User:Lieven Van Speybroeck/graduation/proposal
16 Oct. 2011
DISCLAIMER: This is not a proposal. Merely a glance in the rear-view mirror.
In order to eventually arrive at making a proposal, I feel the need to look back. To pinpoint what exactly has been the leading thread in 'what I have done' so far, is not an easy task. Nevertheless, it is crucial to 'what I will be doing' this year. This contemplation is a process of catching and crystallizing fleeting glimpses of overlaps, recurring themes and interests. What follows is an attempt to highlight only a small particle of this matter of considerations. I will mainly build on the projects and writings I have been working on last year, since those might provide a good start to narrow down the list of possibilities.
A constant seems to be the tendency to work with text and different modes of reading. I am aware of the fact that this sounds rather general and broad, but I am convinced that this is the glue that keeps all of my work together. More specifically I like to explore the interplay between reading as an act of production and reading through an act of production. Print - whether on paper or on screen - is an essential element in this conjunction. Where last year I approached the concept of print in from a rather literal angle (although trying to recontextualize it), I would like to delve deeper in the concept of print as a cultural determinant in Western civilization since Gutenberg's invention of the printing press. While Chinese culture had a print practice long before that, they did not have the notion of movable type. And that is exactly what reshaped and defined Western culture over the span of five hundred years. It created certain social structures that did not exist before. Then the new kid on the block arrived: electronic media. What took the printed book half a millenium, electronic media seems to do in only half a century. It is this shift, and the way that electronic media relates to print, that I find fascinating. Not exactly what you would call 'narrow', but it is a focus.

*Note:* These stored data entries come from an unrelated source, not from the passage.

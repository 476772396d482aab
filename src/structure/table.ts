/**
 * Arbitrary profile from a table of (x, height) points: x as a fraction of the period in [0, 1),
 * non-decreasing, height in µm ≥ 0; the surface is linear between points and periodic (the last
 * point joins the first one period later). Two points at the same x make a vertical wall.
 * Intersections with each slice's mid-height are solved exactly. If the lowest height is above
 * zero, the ridge material fills the base up to it (one uniform slice).
 */
import { polylineProfile } from './fromSurface.ts';
import type { ProfileResult, SlicedProfileParams } from './types.ts';
import { common, fail, finite, num, record } from './validate.ts';

export interface TableProfileParams extends SlicedProfileParams {
  /** points [x (fraction of the period, [0, 1)), height (µm, ≥ 0)], x non-decreasing */
  readonly points: ReadonlyArray<readonly [number, number]>;
}

/**
 * Sliced profile through a table of points.
 * @param p period (µm), points, materials, slices, strategy
 * @returns slices top first; depth = the highest point (µm)
 * @throws {StructureError} on fewer than 2 points, x outside [0, 1) or decreasing, negative or
 *   non-finite heights, all heights zero
 * @example
 * // a right-angle blaze of 30° on a 1 µm period, written as a table
 * profileFromTable({ periodUm: 1, points: [[0, 0], [0.75, 0.4330127]], ridgeMaterial: 'Al', grooveMaterial: 'air', slices: 20 });
 */
export function profileFromTable(p: TableProfileParams): ProfileResult {
  const r = record('table', p);
  const c = common('table', r);
  const pts = r.points;
  if (!Array.isArray(pts) || pts.length < 2) fail('table.points', 'at least 2 points [x, heightUm]', Array.isArray(pts) ? `${pts.length} point(s)` : pts);
  let prev = 0;
  let max = 0;
  const v: Array<[number, number]> = (pts as unknown[]).map((pt, i) => {
    if (!Array.isArray(pt) || pt.length !== 2) fail(`table.points[${i}]`, 'a pair [x, heightUm]', pt);
    const x = finite(`table.points[${i}][0]`, pt[0]);
    const h = finite(`table.points[${i}][1]`, pt[1]);
    if (!(x >= prev && x < 1)) fail(`table.points[${i}][0]`, `x in [${num(prev)}, 1) (fractions of the period, non-decreasing)`, x);
    if (!(h >= 0)) fail(`table.points[${i}][1]`, 'a height ≥ 0 µm', h);
    prev = x;
    max = Math.max(max, h);
    return [x * c.periodUm, h];
  });
  if (!(max > 0)) fail('table.points', 'at least one height > 0 µm', 'all heights 0');
  v.push([v[0]![0] + c.periodUm, v[0]![1]]);
  return polylineProfile(c, v, [`tabulated profile: ${pts.length} points, depth ${num(max)} µm`]);
}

Particularly the relation between reading and looking is something I would like to, well, 'look' into. When does the one turn into the other? What is the effect of print on these notions, and how does electronic media affect them? Where do they overlap? How do they produce meaning or knowledge? What are their boundaries and which boundaries do they constitute? I am convinced that there is a way to work with these questions in a practical manner, driven by a theoretical research. The symbiotic man-machine relationship, which is one of empowerement and amputation, is something you inevitably encounter in this field of research. It has been one of the recurring themes in both my writing and practical work of last year and will probably remain the case for this year. The eventual outcome of this is still a huge questionmark right now, but I guess the purpose of the time given to me this year is to find that out, starting by immersing myself in a more in-depth study of the history of print and the rise of electronic media.